### [EXERCISE OBJECTIVE]
Transcribe each record exactly as it appears.

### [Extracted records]
☆ ☆ ☆ ☆ ☆ ☆ ☆

/**
 * The GeoKeyDirectoryTag with its GeoDoubleParamsTag and GeoAsciiParamsTag
 * (GeoTIFF 1.0, 2.4): header [1, 1, 0, count], then per key, in key order,
 * [id, location tag (0: value inline), count, value or offset]. ASCII values
 * end with "|".
 * @example encodeGeoKeys({ GTModelTypeGeoKey: 1 }).GeoKeyDirectory // [1, 1, 0, 1, 1024, 0, 1, 1]
 */
export function encodeGeoKeys(keys: Record<string, number | string | number[]>): {
  GeoKeyDirectory: number[];
  GeoDoubleParams?: number[];
  GeoAsciiParams?: string;
} {
  const entries = Object.entries(keys)
    .map(([name, value]) => {
      const def = GEOKEYS[name];
      if (!def) throw new Error(`GeoKey ${name} not mapped`);
      return { id: def[0], type: def[1], value };
    })
    .sort((a, b) => a.id - b.id);
  const dir = [1, 1, 0, entries.length];
  const doubles: number[] = [];
  let ascii = "";
  for (const e of entries) {
    if (e.type === "SHORT") dir.push(e.id, 0, 1, Number(e.value));
    else if (e.type === "DOUBLE") {
      const v = Array.isArray(e.value) ? e.value : [Number(e.value)];
      dir.push(e.id, 34736, v.length, doubles.length);
      doubles.push(...v);
    } else {
      const text = String(e.value).replace(/\|/g, "/") + "|";
      dir.push(e.id, 34737, text.length, ascii.length);
      ascii += text;
    }
  }
  return { GeoKeyDirectory: dir, ...(doubles.length ? { GeoDoubleParams: doubles } : {}), ...(ascii ? { GeoAsciiParams: ascii } : {}) };
}

function userDefinedKeys(crs: RasterCrs): Record<string, number | string | number[]> {
  const p = parseProj4(crs.proj4);
  let lon0: number;
  let k0: number;
  let x0: number;
  let y0: number;
  if (p.proj === "utm") {
    const zone = Number(p.zone);
    if (!(zone >= 1 && zone <= 60)) throw new Error(`UTM zone missing in ${crs.proj4}`);
    lon0 = zone * 6 - 183;
    k0 = 0.9996;
    x0 = 500000;
    y0 = "south" in p ? 10000000 : 0;
  } else if (p.proj === "tmerc") {
    lon0 = num(p.lon_0, 0);
    k0 = num(p.k_0 ?? p.k, 1);
    x0 = num(p.x_0, 0);
    y0 = num(p.y_0, 0);
  } else {
    throw new Error(`cannot write CRS without EPSG code to GeoTIFF (projection ${p.proj ?? "?"} not mapped): ${crs.proj4}`);
  }
  const toMeter = p.to_meter !== undefined ? Number(p.to_meter) : unitToMeter(p.units ?? "m");
  return {
    GTModelTypeGeoKey: 1,
    GTCitationGeoKey: crs.name ?? "user-defined transverse Mercator",
    ...geographicKeys(p),
    ProjectedCSTypeGeoKey: USER_DEFINED,
    ProjectionGeoKey: USER_DEFINED,
    // GeoTIFF 1.0, 6.3.3.3: CT_TransverseMercator = 1.
    ProjCoordTransGeoKey: 1,
    ...(toMeter === 1
      ? { ProjLinearUnitsGeoKey: 9001 }
      : Math.abs(toMeter - 0.3048006096012192) < 1e-12
        ? { ProjLinearUnitsGeoKey: 9003 }
        : Math.abs(toMeter - 0.3048) < 1e-12
          ? { ProjLinearUnitsGeoKey: 9002 }
          : { ProjLinearUnitsGeoKey: USER_DEFINED, ProjLinearUnitSizeGeoKey: toMeter }),
    ProjNatOriginLongGeoKey: lon0,
    ProjNatOriginLatGeoKey: num(p.lat_0, 0),
    ProjFalseEastingGeoKey: x0,
    ProjFalseNorthingGeoKey: y0,
    ProjScaleAtNatOriginGeoKey: k0,
  };
}

function geographicKeys(p: Record<string, string>): Record<string, number | string> {
  const e = (p.datum === "WGS84" ? "WGS84" : p.ellps) ?? "WGS84";
  if (e === "WGS84" && (p.datum === "WGS84" || p.towgs84 === undefined || /^0(,0)*$/.test(p.towgs84))) {
    return { GeographicTypeGeoKey: 4326 };
  }
  // Ellipsoid parameters from the defining documents (WGS84: NIMA TR8350.2; GRS80: Moritz 1980), from memory.
  const ellipsoids: Record<string, [number, number]> = {
    WGS84: [6378137, 298.257223563],
    GRS80: [6378137, 298.257222101],
    intl: [6378388, 297],
    bessel: [6377397.155, 299.1528128],
  };
  const a = p.a !== undefined ? Number(p.a) : ellipsoids[e]?.[0];
  const rf = p.rf !== undefined ? Number(p.rf) : p.b !== undefined && a !== undefined ? a / (a - Number(p.b)) : ellipsoids[e]?.[1];
  if (a === undefined || rf === undefined || !Number.isFinite(a) || !Number.isFinite(rf)) {
    throw new Error(`cannot write the ellipsoid ${e} to GeoTIFF`);
  }
  return {
    GeographicTypeGeoKey: USER_DEFINED,
    GeogGeodeticDatumGeoKey: USER_DEFINED,
    GeogEllipsoidGeoKey: USER_DEFINED,
    GeogSemiMajorAxisGeoKey: a,
    GeogInvFlatteningGeoKey: rf,
    // Greenwich, degrees (EPSG 8901, 9102).
    GeogPrimeMeridianGeoKey: 8901,
    GeogAngularUnitsGeoKey: 9102,
  };
}

function parseProj4(def: string): Record<string, string> {
  const out: Record<string, string> = {};
  for (const tok of def.trim().split(/\s+/)) {
    const m = /^\+([a-z_0-9]+)(?:=(.*))?$/i.exec(tok);
    if (m) out[m[1]] = m[2] ?? "";
  }
  return out;
}

function num(v: string | undefined, dflt: number): number {
  return v === undefined ? dflt : Number(v);
}

function unitToMeter(u: string): number {
  if (u === "m") return 1;
  if (u === "us-ft") return 0.3048006096012192;
  if (u === "ft") return 0.3048;
  if (u === "km") return 1000;
  throw new Error(`unit ${u} not mapped for GeoTIFF`);
}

☆ ☆ ☆ ☆ ☆ ☆ ☆

### [YOUR RESPONSE]
/**
 * The GeoKeyDirectoryTag with its GeoDoubleParamsTag and GeoAsciiParamsTag
 * (GeoTIFF 1.0, 2.4): header [1, 1, 0, count], then per key, in key order,
 * [id, location tag (0: value inline), count, value or offset]. ASCII values
 * end with "|".
 * @example encodeGeoKeys({ GTModelTypeGeoKey: 1 }).GeoKeyDirectory // [1, 1, 0, 1, 1024, 0, 1, 1]
 */
export function encodeGeoKeys(keys: Record<string, number | string | number[]>): {
  GeoKeyDirectory: number[];
  GeoDoubleParams?: number[];
  GeoAsciiParams?: string;
} {
  const entries = Object.entries(keys)
    .map(([name, value]) => {
      const def = GEOKEYS[name];
      if (!def) throw new Error(`GeoKey ${name} not mapped`);
      return { id: def[0], type: def[1], value };
    })
    .sort((a, b) => a.id - b.id);
  const dir = [1, 1, 0, entries.length];
  const doubles: number[] = [];
  let ascii = "";
  for (const e of entries) {
    if (e.type === "SHORT") dir.push(e.id, 0, 1, Number(e.value));
    else if (e.type === "DOUBLE") {
      const v = Array.isArray(e.value) ? e.value : [Number(e.value)];
      dir.push(e.id, 34736, v.length, doubles.length);
      doubles.push(...v);
    } else {
      const text = String(e.value).replace(/\|/g, "/") + "|";
      dir.push(e.id, 34737, text.length, ascii.length);
      ascii += text;
    }
  }
  return { GeoKeyDirectory: dir, ...(doubles.length ? { GeoDoubleParams: doubles } : {}), ...(ascii ? { GeoAsciiParams: ascii } : {}) };
}

function userDefinedKeys(crs: RasterCrs): Record<string, number | string | number[]> {
  const p = parseProj4(crs.proj4);
  let lon0: number;
  let k0: number;
  let x0: number;
  let y0: number;
  if (p.proj === "utm") {
    const zone = Number(p.zone);
    if (!(zone >= 1 && zone <= 60)) throw new Error(`UTM zone missing in ${crs.proj4}`);
    lon0 = zone * 6 - 183;
    k0 = 0.9996;
    x0 = 500000;
    y0 = "south" in p ? 10000000 : 0;
  } else if (p.proj === "tmerc") {
    lon0 = num(p.lon_0, 0);
    k0 = num(p.k_0 ?? p.k, 1);
    x0 = num(p.x_0, 0);
    y0 = num(p.y_0, 0);
  } else {
    throw new Error(`cannot write CRS without EPSG code to GeoTIFF (projection ${p.proj ?? "?"} not mapped): ${crs.proj4}`);
  }
  const toMeter = p.to_meter !== undefined ? Number(p.to_meter) : unitToMeter(p.units ?? "m");
  return {
    GTModelTypeGeoKey: 1,
    GTCitationGeoKey: crs.name ?? "user-defined transverse Mercator",
    ...geographicKeys(p),
    ProjectedCSTypeGeoKey: USER_DEFINED,
    ProjectionGeoKey: USER_DEFINED,
    // GeoTIFF 1.0, 6.3.3.3: CT_TransverseMercator = 1.
    ProjCoordTransGeoKey: 1,
    ...(toMeter === 1
      ? { ProjLinearUnitsGeoKey: 9001 }
      : Math.abs(toMeter - 0.3048006096012192) < 1e-12
        ? { ProjLinearUnitsGeoKey: 9003 }
        : Math.abs(toMeter - 0.3048) < 1e-12
          ? { ProjLinearUnitsGeoKey: 9002 }
          : { ProjLinearUnitsGeoKey: USER_DEFINED, ProjLinearUnitSizeGeoKey: toMeter }),
    ProjNatOriginLongGeoKey: lon0,
    ProjNatOriginLatGeoKey: num(p.lat_0, 0),
    ProjFalseEastingGeoKey: x0,
    ProjFalseNorthingGeoKey: y0,
    ProjScaleAtNatOriginGeoKey: k0,
  };
}

function geographicKeys(p: Record<string, string>): Record<string, number | string> {
  const e = (p.datum === "WGS84" ? "WGS84" : p.ellps) ?? "WGS84";
  if (e === "WGS84" && (p.datum === "WGS84" || p.towgs84 === undefined || /^0(,0)*$/.test(p.towgs84))) {
    return { GeographicTypeGeoKey: 4326 };
  }
  // Ellipsoid parameters from the defining documents (WGS84: NIMA TR8350.2; GRS80: Moritz 1980), from memory.
  const ellipsoids: Record<string, [number, number]> = {
    WGS84: [6378137, 298.257223563],
    GRS80: [6378137, 298.257222101],
    intl: [6378388, 297],
    bessel: [6377397.155, 299.1528128],
  };
  const a = p.a !== undefined ? Number(p.a) : ellipsoids[e]?.[0];
  const rf = p.rf !== undefined ? Number(p.rf) : p.b !== undefined && a !== undefined ? a / (a - Number(p.b)) : ellipsoids[e]?.[1];
  if (a === undefined || rf === undefined || !Number.isFinite(a) || !Number.isFinite(rf)) {
    throw new Error(`cannot write the ellipsoid ${e} to GeoTIFF`);
  }
  return {
    GeographicTypeGeoKey: USER_DEFINED,
    GeogGeodeticDatumGeoKey: USER_DEFINED,
    GeogEllipsoidGeoKey: USER_DEFINED,
    GeogSemiMajorAxisGeoKey: a,
    GeogInvFlatteningGeoKey: rf,
    // Greenwich, degrees (EPSG 8901, 9102).
    GeogPrimeMeridianGeoKey: 8901,
    GeogAngularUnitsGeoKey: 9102,
  };
}

function parseProj4(def: string): Record<string, string> {
  const out: Record<string, string> = {};
  for (const tok of def.trim().split(/\s+/)) {
    const m = /^\+([a-z_0-9]+)(?:=(.*))?$/i.exec(tok);
    if (m) out[m[1]] = m[2] ?? "";
  }
  return out;
}

function num(v: string | undefined, dflt: number): number {
  return v === undefined ? dflt : Number(v);
}

function unitToMeter(u: string): number {
  if (u === "m") return 1;
  if (u === "us-ft") return 0.3048006096012192;
  if (u === "ft") return 0.3048;
  if (u === "km") return 1000;
  throw new Error(`unit ${u} not mapped for GeoTIFF`);
}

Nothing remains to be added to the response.